Drugs acting via epoxyeicosatrienoic acids (EETs): Epoxy-eicosatrienoic acids released from endothelial cells and vascular smooth muscle cells are vasodilators and contribute to blood pressure regulation. They have protective actions against hypertension-related end organ remodeling and damage as well and drugs that mimic EETs or block their breakdown by inhibiting soluble epoxide hydrolase have shown promising benefits against hypertension.[36] Caution needs to be excised when used in lung disorders because EETs potentiate hypoxia-induced vasoconstriction, and are implicated in vascular remodeling associated with chronic hypoxia and pulmonary hypertension.[37]

Drugs acting via 20-hydroxyeicosatetraenoic acid: Several new agonists and antagonists of 20-hydroxyeicosatetraenoic acid (20-HETE) are being developed which in conjunction with peroxisome proliferator-activated receptor-α agonists induce the renal formation of 20-HETE helping combat sodium retention, some salt sensitive forms of hypertension and the effects of transforming growth factor β in promoting proteinuria and renal end organ damage in hypertension. In a mouse model, selective inhibition of 20-HETE formation together with a soluble epoxide hydrolase inhibitor, so as to elevate ETTs, attenuated hypertension and associated end organ damage in angiotensin II-dependent hypertension.[38]

HMG-CoA reductase inhibitors: Although PHYLLIS trial[39] has not shown any blood pressure lowering effects by statins, there are conflicting reports in different studies. There is growing evidence that statins may be useful in hypertensives with high serum total cholesterol, in those whose hypertension is not well controlled with antihypertensive agents (even without high serum total cholesterol), in hypertensive subjects well controlled with antihypertensives without high serum cholesterol when they have high polymerase chain reaction levels, in those who require preventive measures because of other concomitant cardiovascular risk factors, or when they require secondary prevention. The pleiotropic effects of statins might explain such benefits.[40]

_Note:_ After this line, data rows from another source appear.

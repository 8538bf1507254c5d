"""One BLAS/OpenMP thread for small problems; the environment's threads otherwise."""

from __future__ import annotations

import pickle

from threadpoolctl import threadpool_info

import groundkit as gk
from groundkit import threads


def _max_threads() -> int:
    return max(int(lib["num_threads"]) for lib in threadpool_info())


def test_a_small_problem_runs_on_one_thread_and_the_limit_is_lifted_after(h2_bohr):
    seen = []
    before = _max_threads()
    gk.Pipeline(h2_bohr).run(callback=lambda record: seen.append(_max_threads()))
    assert seen and set(seen) == {1}  # threadpoolctl's own report of every loaded BLAS/OpenMP library
    assert _max_threads() == before
    with threads.one_thread_if(False):
        assert _max_threads() == before


def test_size_rule():
    assert threads.is_small(441, 7) and not threads.is_small(853_776) and not threads.is_small(10, 200)


def test_a_run_leaves_its_baselines_to_the_first_read_and_pickles_them_as_a_dict(h2_bohr, monkeypatch):
    spec = gk.MoleculeSpec(symbols=("H", "H"), coordinates=((0, 0, 0), (0, 0, 0.8)), basis="sto-3g")
    gk.workspace().discard("problem", (spec, gk.ActiveSpace()))
    result = gk.Pipeline(spec).run()
    problem = gk.Pipeline(spec).problem()
    assert "ccsd" not in problem.baselines._values  # nothing correlated computed by the run itself
    values = dict(result.baselines)
    assert values == {m: problem.baselines[m] for m in problem.baselines}  # internal consistency
    assert result.baselines == values and values["fci"] is not None
    copy = pickle.loads(pickle.dumps(result))
    assert type(copy.baselines) is dict and copy == result
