"""Property-based tests of the file readers (hypothesis): damaged files are refused with ResultFileError and
nothing else; every file that loads saves again and reloads equal.

Each example starts from a real saved file (H2/STO-3G UCCSD result, an H2 scan of three points, one of that scan's
checkpoint point files) and damages it: deleted fields, values swapped for other JSON types, NaN and Infinity,
numbers no float can hold, deep nesting, repeated keys, truncation, flipped and random bytes. Examples are
derandomized (fixed seed), so every run tries the same files.
"""

from __future__ import annotations

import json

import pytest
from hypothesis import HealthCheck, event, given, settings
from hypothesis import strategies as st

import groundkit as gk
from tests.saved_files import delete_at, reload_equal, resolve, result_text, scan_texts, set_at

SETTINGS = dict(deadline=None, derandomize=True, suppress_health_check=[HealthCheck.function_scoped_fixture,
                                                                        HealthCheck.too_slow])
MARK = "@@hostile@@"

SCALARS = (st.none() | st.booleans() | st.integers(-10**6, 10**6) | st.text(max_size=8)
           | st.floats(allow_nan=True, allow_infinity=True))
JSON_VALUES = st.recursive(SCALARS, lambda inner: st.lists(inner, max_size=3)
                           | st.dictionaries(st.text(max_size=6), inner, max_size=3), max_leaves=6)
TOKENS = st.sampled_from([
    "NaN", "Infinity", "-Infinity", "1e400", "-1e999", "9" * 299, "9" * 301, "7" * 5000, "-" + "3" * 100_000,
    "[" * 63 + "]" * 63, "[" * 70 + "]" * 70, "{\"a\":" * 3000 + "1" + "}" * 3000, "[" * 100_000 + "]" * 100_000,
    '{"a": 1, "a": 2}', '"\\ud800"', "1.0", "0", "-0.0", "true", "[]", "{}",
])


def paths_of(data) -> list[tuple]:
    """Every path below the root of a JSON value, in document order (iterative)."""
    out, stack = [], [(data, ())]
    while stack:
        value, path = stack.pop()
        if path:
            out.append(path)
        children = value.items() if isinstance(value, dict) else enumerate(value) if isinstance(value, list) else ()
        stack.extend((v, (*path, k)) for k, v in reversed(list(children)))
    return out


def _same_kind(value) -> st.SearchStrategy:
    """Another value of the JSON kind of ``value`` (containers are kept)."""
    if isinstance(value, bool):
        return st.booleans()
    if isinstance(value, int):
        return st.integers(0, 10**6)
    if isinstance(value, float):
        return st.floats(-1e3, 1e3) | st.floats(0, 1)
    if isinstance(value, str):
        return st.text(max_size=12)
    return st.just(value)


@st.composite
def damaged(draw, text: str) -> bytes:
    """Bytes of ``text`` (a saved file) after one to three structural changes and perhaps some byte damage."""
    data = json.loads(text)
    tokens = []
    for _ in range(draw(st.integers(1, 3))):
        paths = paths_of(data)
        if not paths:
            break
        path = draw(st.sampled_from(paths))
        how = draw(st.sampled_from(["delete", "swap", "token", "nan", "same_kind", "same_kind"]))
        if how == "same_kind":  # often still a valid file, with other content
            container, key = resolve(data, path)
            set_at(data, path, draw(_same_kind(container[key])))
        elif how == "delete":
            delete_at(data, path)
        elif how == "swap":
            set_at(data, path, draw(JSON_VALUES))
        elif how == "nan":
            set_at(data, path, draw(st.sampled_from([float("nan"), float("inf"), -float("inf")])))
        else:
            tokens.append(draw(TOKENS))
            set_at(data, path, f"{MARK}{len(tokens) - 1}")
    out = json.dumps(data, indent=draw(st.sampled_from([None, 1])), allow_nan=True)
    for k, token in enumerate(tokens):
        out = out.replace(f'"{MARK}{k}"', token)
    raw = out.encode("utf-8")
    damage = draw(st.sampled_from(["none", "none", "none", "none", "truncate", "flip", "insert", "random"]))
    if damage == "truncate":
        raw = raw[: draw(st.integers(0, max(len(raw) - 1, 0)))]
    elif damage == "flip" and raw:
        at = draw(st.integers(0, len(raw) - 1))
        raw = raw[:at] + bytes([draw(st.integers(0, 255))]) + raw[at + 1:]
    elif damage == "insert":
        at = draw(st.integers(0, len(raw)))
        raw = raw[:at] + draw(st.binary(min_size=1, max_size=8)) + raw[at:]
    elif damage == "random":
        raw = draw(st.binary(max_size=200))
    return raw


def loads_or_refuses(kind: str, raw: bytes, folder) -> bool:
    """True when the file loaded (and then it must re-save and reload equal); False when it was refused with a
    ResultFileError. Any other exception fails the test."""
    path = folder / ("point-00001.json" if kind == "point" else f"hostile-{kind}.json")
    path.write_bytes(raw)
    try:
        equal = reload_equal(kind, path, folder)
    except gk.ResultFileError as err:
        assert str(err).startswith(str(path)), err  # the message names the file
        event(f"refused: {type(err).__name__}")
        return False
    assert equal, f"{kind} file loaded but did not reload equal after saving"
    event("loaded and round-tripped")
    return True


@pytest.mark.slow  # 300 files: about 6 s
@settings(max_examples=300, **SETTINGS)
@given(data=st.data())
def test_damaged_result_files_load_equal_or_are_refused(tmp_path, data):
    loads_or_refuses("result", data.draw(damaged(result_text())), tmp_path)


@pytest.mark.slow  # every loaded scan point builds its molecule (PySCF basis look-ups): about 10 s
@settings(max_examples=150, **SETTINGS)
@given(data=st.data())
def test_damaged_scan_files_load_equal_or_are_refused(tmp_path, data):
    loads_or_refuses("scan", data.draw(damaged(scan_texts()[0])), tmp_path)


@settings(max_examples=100, **SETTINGS)
@given(data=st.data())
def test_damaged_checkpoint_point_files_load_equal_or_are_refused(tmp_path, data):
    loads_or_refuses("point", data.draw(damaged(scan_texts()[1]["point-00001.json"])), tmp_path)


# valid files generated from the saved one: they must all load, keep their values and round-trip ---------------------
FINITE = st.floats(allow_nan=False, allow_infinity=False)
PLAIN = st.recursive(st.none() | st.booleans() | st.integers(-10**100, 10**100) | FINITE | st.text(max_size=8),
                     lambda inner: st.lists(inner, max_size=3) | st.dictionaries(st.text(max_size=6), inner,
                                                                                 max_size=3), max_leaves=8)


@st.composite
def valid_results(draw) -> dict:
    data = json.loads(result_text())
    n = len(data["parameters"])
    data["energy"] = draw(FINITE)
    data["parameters"] = draw(st.lists(FINITE, min_size=n, max_size=n))
    data["parameter_labels"] = draw(st.lists(st.text(max_size=12), min_size=n, max_size=n))
    iterations = draw(st.integers(0, 4))
    data["history"] = {
        "energies": draw(st.lists(FINITE, min_size=iterations, max_size=iterations)),
        "gradient_norms": draw(st.lists(st.none() | st.floats(0, 1e300), min_size=iterations, max_size=iterations)),
        "wall_times": draw(st.lists(st.floats(0, 1e6), min_size=iterations, max_size=iterations)),
        "evaluations": [draw(st.integers(0, 10**12) | st.integers(0, 10**6).map(float)) for _ in range(iterations)],
    }
    data["fidelity"] = draw(st.floats(0, 1))
    data["standard_error"] = draw(st.floats(0, 1e3))
    data["reference"]["multiplicity"] = draw(st.integers(1, 99))
    data["reference"]["method"] = draw(st.text(max_size=20))
    data["amplitudes"] = draw(st.dictionaries(st.text(max_size=6), st.floats(-1, 1), max_size=4))
    data["baselines"] = draw(st.dictionaries(st.text(max_size=6), st.none() | FINITE, max_size=4))
    data["resources"]["pauli_terms"] = draw(st.none() | st.integers(0, 10**30))
    data["stop_reason"] = draw(st.text(max_size=30))
    data["provenance"].update(draw(st.dictionaries(st.text(max_size=8), PLAIN, max_size=3)))
    data["provenance"]["components"] = draw(st.dictionaries(st.text(max_size=8), st.dictionaries(
        st.text(max_size=6), PLAIN, max_size=3), max_size=3))
    for key in ("growth", "suspect_baselines", "baseline_notes", "exact_energy"):
        if draw(st.booleans()):
            del data[key]
    return data


@pytest.mark.slow  # 200 files: about 6 s
@settings(max_examples=200, **SETTINGS)
@given(data=valid_results())
def test_generated_valid_result_files_load_keep_their_values_and_round_trip(tmp_path, data):
    path = tmp_path / "valid.json"
    path.write_text(json.dumps(data, allow_nan=False), encoding="utf-8")
    loaded = gk.load_result(path)
    assert loaded.energy == data["energy"] and list(loaded.parameters) == data["parameters"]
    assert loaded.history.evaluations == tuple(int(x) for x in data["history"]["evaluations"])
    assert loaded.provenance["components"] == data["provenance"]["components"]
    assert reload_equal("result", path, tmp_path)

Vaccine: CYT006-AngQb, a conjugate vaccine composed of modified angiotensin II covalently linked to recombinant virus-like particles derived from the RNA bacteriophage Q-beta, is shown to mount an angiotensin II-specific antibody response which resulted in significant lowering of blood pressure. Apart from having no serious side effects the vaccine induced a reduction from baseline in mean ambulatory daytime blood pressure at week 14 by 9mm of Hg (systolic) and 4 mm (diastolic). It also reduced the early morning blood-pressure surge compared with placebo.[41]

Genetic regulators: Phosducin (Pdc) is a G-protein regulator/ a novel candidate gene for stress-induced hypertension and is found to regulate sympathetic activity in postsynaptic ganglia. Several single nucleotide polymorphisms (SNPs) in the Pdc gene are known to be associated with stress-dependent blood pressure phenotypes. It is a novel target for newer treatment modalities and has implications for both the treatment of hypertension and kidney disease.[42]

Others: The antialdosterone as well as antiandrogenic effects of Drospirenone (DRSP) and 17-β estradiol were studied in post-menopausal women with hypertension, which showed significant reductions in early morning systolic BP implying a potential role in reducing cardiac and cerebrovascular events.[43] Renal sympathetic denervation (catheter-based radiofrequency ablation of renal nerves) is a promising approach especially in refractory hypertension.[44]

CONCLUSIONS

There is a myriad of antihypertensive agents available and more coming up but early diagnosis and prompt and aggressive approach (treating the cause in case of secondary hypertension) remain the cornerstones of hypertension management. Also, clinicians need to embrace the latest developments targeting hypertension.